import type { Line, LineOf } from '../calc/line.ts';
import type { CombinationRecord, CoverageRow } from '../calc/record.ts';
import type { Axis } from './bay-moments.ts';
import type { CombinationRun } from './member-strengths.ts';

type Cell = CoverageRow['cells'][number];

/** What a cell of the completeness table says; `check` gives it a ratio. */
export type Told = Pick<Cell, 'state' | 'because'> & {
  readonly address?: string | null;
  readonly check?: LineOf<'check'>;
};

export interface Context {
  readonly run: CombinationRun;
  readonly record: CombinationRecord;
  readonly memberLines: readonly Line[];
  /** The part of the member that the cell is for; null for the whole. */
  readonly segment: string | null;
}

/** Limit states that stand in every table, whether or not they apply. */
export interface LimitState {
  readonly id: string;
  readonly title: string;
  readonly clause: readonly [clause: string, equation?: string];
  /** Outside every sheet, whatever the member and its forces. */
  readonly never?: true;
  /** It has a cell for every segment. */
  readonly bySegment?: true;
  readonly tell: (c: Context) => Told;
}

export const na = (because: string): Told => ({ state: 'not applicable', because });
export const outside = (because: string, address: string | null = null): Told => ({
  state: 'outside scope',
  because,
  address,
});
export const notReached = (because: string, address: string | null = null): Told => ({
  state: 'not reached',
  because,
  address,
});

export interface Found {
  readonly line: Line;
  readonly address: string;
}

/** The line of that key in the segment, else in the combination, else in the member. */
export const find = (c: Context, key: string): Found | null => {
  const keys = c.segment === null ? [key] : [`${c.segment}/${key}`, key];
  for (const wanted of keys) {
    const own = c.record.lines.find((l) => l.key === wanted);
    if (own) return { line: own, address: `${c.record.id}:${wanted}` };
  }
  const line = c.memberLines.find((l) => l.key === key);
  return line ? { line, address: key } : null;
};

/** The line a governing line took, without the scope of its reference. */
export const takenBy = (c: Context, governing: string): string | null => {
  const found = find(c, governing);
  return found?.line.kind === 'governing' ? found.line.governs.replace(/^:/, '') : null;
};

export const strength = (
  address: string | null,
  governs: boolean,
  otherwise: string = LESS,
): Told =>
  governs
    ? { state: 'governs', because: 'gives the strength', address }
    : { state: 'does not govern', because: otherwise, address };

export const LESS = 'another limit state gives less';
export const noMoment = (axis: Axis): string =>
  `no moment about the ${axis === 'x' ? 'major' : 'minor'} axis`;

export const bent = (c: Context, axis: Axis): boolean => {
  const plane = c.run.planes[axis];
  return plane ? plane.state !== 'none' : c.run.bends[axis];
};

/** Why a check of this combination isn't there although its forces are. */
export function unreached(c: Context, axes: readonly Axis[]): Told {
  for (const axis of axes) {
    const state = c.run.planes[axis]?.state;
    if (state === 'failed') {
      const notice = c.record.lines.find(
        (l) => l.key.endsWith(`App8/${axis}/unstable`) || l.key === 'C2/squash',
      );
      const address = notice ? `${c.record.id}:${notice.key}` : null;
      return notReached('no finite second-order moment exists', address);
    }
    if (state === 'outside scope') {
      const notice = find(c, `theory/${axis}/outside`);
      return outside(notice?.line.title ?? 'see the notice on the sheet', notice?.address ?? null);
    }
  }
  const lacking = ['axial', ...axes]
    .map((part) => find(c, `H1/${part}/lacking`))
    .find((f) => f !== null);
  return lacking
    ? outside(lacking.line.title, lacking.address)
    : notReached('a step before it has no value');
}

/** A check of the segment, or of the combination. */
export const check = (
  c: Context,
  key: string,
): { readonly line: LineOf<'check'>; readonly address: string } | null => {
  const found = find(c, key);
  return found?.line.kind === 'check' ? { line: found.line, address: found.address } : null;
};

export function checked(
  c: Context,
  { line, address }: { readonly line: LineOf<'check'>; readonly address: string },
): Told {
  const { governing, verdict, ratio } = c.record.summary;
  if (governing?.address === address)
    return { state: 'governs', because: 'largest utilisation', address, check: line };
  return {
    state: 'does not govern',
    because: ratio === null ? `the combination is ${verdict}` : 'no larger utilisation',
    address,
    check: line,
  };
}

...

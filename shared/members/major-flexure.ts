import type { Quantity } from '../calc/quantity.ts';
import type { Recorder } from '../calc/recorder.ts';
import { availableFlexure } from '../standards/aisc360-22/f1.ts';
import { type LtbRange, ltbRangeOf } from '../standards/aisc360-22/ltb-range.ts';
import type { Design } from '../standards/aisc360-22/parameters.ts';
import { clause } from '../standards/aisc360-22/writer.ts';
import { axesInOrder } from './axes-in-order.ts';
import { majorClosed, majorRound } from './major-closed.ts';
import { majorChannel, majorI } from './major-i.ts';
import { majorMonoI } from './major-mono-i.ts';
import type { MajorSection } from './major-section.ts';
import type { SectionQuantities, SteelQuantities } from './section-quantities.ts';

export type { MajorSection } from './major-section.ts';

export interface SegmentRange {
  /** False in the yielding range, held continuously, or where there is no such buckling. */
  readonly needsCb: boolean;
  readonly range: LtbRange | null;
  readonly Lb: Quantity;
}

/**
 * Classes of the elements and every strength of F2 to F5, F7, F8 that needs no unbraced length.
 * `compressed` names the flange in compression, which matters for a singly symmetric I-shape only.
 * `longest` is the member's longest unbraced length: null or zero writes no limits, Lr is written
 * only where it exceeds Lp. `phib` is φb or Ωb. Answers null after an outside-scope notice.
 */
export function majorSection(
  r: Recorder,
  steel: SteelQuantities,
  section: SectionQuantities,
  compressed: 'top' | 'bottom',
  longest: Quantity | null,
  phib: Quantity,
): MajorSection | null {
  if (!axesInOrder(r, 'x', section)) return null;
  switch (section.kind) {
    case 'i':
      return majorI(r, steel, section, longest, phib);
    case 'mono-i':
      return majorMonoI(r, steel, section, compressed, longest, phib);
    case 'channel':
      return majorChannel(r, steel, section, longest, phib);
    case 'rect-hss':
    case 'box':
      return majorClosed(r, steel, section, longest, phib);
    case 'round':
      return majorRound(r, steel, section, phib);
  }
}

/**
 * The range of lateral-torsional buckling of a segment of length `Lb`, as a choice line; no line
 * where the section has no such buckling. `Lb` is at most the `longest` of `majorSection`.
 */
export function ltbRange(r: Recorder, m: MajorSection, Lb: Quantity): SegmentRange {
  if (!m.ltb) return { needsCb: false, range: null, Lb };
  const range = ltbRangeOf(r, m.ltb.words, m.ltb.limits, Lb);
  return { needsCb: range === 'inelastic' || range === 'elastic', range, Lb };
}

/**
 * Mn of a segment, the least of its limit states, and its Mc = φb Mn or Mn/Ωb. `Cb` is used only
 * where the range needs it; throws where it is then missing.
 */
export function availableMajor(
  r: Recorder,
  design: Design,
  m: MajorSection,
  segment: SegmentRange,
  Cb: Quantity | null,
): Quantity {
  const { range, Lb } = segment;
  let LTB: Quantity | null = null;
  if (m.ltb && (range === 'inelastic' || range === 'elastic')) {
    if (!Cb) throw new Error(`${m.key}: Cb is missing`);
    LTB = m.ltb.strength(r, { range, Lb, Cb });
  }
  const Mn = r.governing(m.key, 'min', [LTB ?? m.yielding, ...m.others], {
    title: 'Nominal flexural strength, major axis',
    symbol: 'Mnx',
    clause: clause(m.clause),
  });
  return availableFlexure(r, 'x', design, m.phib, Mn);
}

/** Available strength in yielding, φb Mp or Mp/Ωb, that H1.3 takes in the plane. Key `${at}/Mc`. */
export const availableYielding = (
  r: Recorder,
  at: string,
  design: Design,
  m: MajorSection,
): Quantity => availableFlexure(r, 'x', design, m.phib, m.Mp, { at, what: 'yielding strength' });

---

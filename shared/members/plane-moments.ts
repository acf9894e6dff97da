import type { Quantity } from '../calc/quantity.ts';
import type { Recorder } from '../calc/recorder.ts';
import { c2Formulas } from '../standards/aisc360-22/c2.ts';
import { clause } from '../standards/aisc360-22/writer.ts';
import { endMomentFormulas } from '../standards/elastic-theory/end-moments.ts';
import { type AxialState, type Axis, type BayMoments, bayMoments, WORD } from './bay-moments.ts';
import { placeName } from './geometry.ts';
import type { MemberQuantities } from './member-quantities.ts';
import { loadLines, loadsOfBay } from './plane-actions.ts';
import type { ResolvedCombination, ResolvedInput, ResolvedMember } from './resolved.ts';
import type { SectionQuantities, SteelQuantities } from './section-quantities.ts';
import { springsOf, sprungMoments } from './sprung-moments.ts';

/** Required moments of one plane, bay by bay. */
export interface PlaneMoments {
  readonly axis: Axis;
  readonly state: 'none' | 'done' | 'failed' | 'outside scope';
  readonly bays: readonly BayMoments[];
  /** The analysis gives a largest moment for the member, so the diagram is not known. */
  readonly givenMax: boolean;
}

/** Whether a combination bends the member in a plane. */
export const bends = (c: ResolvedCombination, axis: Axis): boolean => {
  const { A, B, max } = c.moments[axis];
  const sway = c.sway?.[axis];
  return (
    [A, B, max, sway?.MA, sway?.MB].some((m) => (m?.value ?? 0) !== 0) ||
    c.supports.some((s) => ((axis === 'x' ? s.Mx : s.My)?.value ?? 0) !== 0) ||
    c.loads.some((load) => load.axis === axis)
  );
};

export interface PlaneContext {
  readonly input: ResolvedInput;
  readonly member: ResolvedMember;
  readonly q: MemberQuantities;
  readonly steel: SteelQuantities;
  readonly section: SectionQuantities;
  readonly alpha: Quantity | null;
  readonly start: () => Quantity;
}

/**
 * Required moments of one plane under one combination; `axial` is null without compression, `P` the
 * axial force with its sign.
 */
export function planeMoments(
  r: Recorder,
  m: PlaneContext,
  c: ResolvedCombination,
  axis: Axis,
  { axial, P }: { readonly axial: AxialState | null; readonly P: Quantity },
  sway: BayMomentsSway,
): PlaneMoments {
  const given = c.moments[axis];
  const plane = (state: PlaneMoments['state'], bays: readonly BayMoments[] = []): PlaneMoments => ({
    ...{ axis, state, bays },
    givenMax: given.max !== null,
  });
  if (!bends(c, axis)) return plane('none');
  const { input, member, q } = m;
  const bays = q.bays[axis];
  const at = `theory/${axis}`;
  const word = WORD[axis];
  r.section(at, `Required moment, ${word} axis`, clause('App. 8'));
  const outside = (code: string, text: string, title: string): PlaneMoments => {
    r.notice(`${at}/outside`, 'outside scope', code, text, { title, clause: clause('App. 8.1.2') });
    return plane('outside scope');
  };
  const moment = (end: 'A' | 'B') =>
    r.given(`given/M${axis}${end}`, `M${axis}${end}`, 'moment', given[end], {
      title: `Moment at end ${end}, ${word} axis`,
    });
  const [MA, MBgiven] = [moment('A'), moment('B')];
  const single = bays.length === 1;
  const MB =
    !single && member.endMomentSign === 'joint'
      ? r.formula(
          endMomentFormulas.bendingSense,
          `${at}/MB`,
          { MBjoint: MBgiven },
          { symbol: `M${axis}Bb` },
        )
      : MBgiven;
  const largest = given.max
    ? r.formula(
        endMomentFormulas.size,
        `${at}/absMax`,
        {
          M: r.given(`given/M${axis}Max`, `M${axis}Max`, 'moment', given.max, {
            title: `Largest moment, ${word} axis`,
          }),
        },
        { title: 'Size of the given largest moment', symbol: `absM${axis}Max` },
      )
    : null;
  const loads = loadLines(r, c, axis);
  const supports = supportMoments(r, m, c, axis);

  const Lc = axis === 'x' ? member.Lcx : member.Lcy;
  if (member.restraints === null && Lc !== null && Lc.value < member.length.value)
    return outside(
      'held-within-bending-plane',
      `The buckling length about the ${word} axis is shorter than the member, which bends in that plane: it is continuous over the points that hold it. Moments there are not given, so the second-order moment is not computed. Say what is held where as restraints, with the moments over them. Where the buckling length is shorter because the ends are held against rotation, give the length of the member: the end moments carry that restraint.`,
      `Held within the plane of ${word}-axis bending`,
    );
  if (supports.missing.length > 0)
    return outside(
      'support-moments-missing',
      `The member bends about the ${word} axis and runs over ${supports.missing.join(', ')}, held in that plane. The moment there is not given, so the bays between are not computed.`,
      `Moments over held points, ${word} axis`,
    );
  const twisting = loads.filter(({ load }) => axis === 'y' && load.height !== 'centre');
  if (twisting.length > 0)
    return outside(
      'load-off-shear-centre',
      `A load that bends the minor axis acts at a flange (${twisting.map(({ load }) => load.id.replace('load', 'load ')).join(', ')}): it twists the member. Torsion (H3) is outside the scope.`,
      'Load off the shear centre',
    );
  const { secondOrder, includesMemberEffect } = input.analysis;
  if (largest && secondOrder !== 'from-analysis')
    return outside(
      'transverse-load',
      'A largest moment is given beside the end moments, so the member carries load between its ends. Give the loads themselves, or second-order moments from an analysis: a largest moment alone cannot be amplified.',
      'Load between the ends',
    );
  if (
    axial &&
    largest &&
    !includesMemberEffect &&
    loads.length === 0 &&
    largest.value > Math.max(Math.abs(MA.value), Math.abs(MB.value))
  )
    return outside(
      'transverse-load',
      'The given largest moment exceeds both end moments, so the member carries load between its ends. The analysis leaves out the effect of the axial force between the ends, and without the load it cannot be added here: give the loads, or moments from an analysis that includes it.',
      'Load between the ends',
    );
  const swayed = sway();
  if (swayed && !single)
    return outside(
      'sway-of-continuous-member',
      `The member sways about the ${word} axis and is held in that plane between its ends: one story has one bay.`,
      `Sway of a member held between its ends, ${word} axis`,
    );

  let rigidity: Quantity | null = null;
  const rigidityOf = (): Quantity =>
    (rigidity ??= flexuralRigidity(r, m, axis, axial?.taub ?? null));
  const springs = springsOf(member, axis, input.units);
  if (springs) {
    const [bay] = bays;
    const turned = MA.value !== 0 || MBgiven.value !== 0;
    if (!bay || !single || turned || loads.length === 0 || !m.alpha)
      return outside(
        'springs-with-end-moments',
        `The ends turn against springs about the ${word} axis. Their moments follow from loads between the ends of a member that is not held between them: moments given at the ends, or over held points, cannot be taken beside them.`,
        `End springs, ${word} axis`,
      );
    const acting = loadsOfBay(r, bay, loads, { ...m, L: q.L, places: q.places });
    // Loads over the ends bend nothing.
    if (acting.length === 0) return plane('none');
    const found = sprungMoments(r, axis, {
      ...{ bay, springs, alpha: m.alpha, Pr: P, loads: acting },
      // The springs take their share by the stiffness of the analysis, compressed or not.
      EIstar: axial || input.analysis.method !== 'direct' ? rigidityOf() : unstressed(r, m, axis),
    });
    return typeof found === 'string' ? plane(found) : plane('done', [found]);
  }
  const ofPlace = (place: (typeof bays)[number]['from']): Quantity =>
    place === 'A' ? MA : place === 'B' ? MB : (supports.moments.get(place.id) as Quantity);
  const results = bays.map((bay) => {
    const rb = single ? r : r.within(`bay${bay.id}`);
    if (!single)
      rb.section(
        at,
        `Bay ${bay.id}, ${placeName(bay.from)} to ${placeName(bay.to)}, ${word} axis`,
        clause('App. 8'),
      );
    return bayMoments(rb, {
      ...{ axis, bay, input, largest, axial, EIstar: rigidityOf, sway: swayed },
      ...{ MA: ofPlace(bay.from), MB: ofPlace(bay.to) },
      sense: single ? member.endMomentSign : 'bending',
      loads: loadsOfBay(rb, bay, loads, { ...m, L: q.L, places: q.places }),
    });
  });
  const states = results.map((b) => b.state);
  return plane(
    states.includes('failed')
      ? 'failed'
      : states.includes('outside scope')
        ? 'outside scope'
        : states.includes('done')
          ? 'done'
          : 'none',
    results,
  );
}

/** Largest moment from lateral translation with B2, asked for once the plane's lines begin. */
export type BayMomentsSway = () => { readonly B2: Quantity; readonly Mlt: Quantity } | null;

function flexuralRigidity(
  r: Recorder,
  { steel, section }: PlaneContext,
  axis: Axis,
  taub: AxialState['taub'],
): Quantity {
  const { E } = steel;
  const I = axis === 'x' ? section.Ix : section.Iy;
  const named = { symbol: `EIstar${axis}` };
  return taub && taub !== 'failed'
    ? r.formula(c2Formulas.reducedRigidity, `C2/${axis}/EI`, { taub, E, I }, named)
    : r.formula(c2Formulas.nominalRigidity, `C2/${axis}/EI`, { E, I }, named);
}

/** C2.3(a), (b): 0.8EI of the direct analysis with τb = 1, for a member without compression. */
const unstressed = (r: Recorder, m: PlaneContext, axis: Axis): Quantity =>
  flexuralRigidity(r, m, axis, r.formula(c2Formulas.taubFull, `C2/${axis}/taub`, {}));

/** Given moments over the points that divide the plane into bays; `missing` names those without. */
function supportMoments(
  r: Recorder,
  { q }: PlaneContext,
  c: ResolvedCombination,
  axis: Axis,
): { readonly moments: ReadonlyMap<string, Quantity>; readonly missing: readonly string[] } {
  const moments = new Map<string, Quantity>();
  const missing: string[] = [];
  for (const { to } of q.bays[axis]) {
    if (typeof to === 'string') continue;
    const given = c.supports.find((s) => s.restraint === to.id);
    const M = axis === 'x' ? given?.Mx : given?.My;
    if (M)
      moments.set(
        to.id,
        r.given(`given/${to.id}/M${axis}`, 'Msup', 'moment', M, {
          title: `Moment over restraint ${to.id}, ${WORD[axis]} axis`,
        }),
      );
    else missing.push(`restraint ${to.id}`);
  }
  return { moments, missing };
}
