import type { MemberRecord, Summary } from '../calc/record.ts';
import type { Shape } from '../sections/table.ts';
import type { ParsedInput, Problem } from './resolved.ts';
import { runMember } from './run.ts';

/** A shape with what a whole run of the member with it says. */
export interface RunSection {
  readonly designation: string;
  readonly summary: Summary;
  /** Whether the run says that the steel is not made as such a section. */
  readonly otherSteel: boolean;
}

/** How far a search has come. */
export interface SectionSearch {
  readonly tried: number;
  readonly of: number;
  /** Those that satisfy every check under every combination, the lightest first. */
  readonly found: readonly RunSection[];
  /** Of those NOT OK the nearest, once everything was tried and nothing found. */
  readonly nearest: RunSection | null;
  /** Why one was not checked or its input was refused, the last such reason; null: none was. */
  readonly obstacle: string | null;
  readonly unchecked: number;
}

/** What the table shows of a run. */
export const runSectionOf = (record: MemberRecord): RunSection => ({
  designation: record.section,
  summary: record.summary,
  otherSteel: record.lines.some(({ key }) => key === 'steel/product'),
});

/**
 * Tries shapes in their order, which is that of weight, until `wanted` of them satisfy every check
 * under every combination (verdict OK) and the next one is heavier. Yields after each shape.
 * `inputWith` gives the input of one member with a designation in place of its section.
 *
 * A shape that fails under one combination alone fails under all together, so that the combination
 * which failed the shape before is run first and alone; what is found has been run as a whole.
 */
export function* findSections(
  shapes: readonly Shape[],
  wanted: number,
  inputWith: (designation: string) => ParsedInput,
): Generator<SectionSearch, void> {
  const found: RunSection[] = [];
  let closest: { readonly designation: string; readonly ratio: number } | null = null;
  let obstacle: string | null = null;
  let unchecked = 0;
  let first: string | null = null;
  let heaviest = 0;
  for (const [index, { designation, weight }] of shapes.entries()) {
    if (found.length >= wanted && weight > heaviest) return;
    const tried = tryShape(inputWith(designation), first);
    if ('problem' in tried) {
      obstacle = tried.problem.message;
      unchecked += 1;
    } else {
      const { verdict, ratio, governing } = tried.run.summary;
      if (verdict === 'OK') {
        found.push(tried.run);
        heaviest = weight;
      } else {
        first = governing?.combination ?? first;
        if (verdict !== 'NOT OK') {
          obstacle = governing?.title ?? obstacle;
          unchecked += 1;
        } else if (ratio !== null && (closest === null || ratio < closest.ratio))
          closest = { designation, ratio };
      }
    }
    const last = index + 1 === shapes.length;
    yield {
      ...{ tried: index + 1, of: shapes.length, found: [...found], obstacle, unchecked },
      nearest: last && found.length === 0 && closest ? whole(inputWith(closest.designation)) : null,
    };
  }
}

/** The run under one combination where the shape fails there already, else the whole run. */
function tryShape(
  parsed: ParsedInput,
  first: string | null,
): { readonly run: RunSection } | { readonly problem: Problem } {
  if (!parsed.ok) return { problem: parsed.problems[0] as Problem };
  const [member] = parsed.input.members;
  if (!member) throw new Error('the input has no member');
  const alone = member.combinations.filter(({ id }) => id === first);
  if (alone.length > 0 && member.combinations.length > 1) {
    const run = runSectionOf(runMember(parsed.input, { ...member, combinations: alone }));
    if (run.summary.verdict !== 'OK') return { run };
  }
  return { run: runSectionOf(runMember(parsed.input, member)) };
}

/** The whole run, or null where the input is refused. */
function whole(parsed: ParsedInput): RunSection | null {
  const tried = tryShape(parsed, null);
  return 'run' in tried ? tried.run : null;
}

→ EXERCISE BRIEF
Filter the records above and return every line that holds the word "unstressed".

→ WRITTEN RESPONSE
      EIstar: axial || input.analysis.method !== 'direct' ? rigidityOf() : unstressed(r, m, axis),
const unstressed = (r: Recorder, m: PlaneContext, axis: Axis): Quantity =>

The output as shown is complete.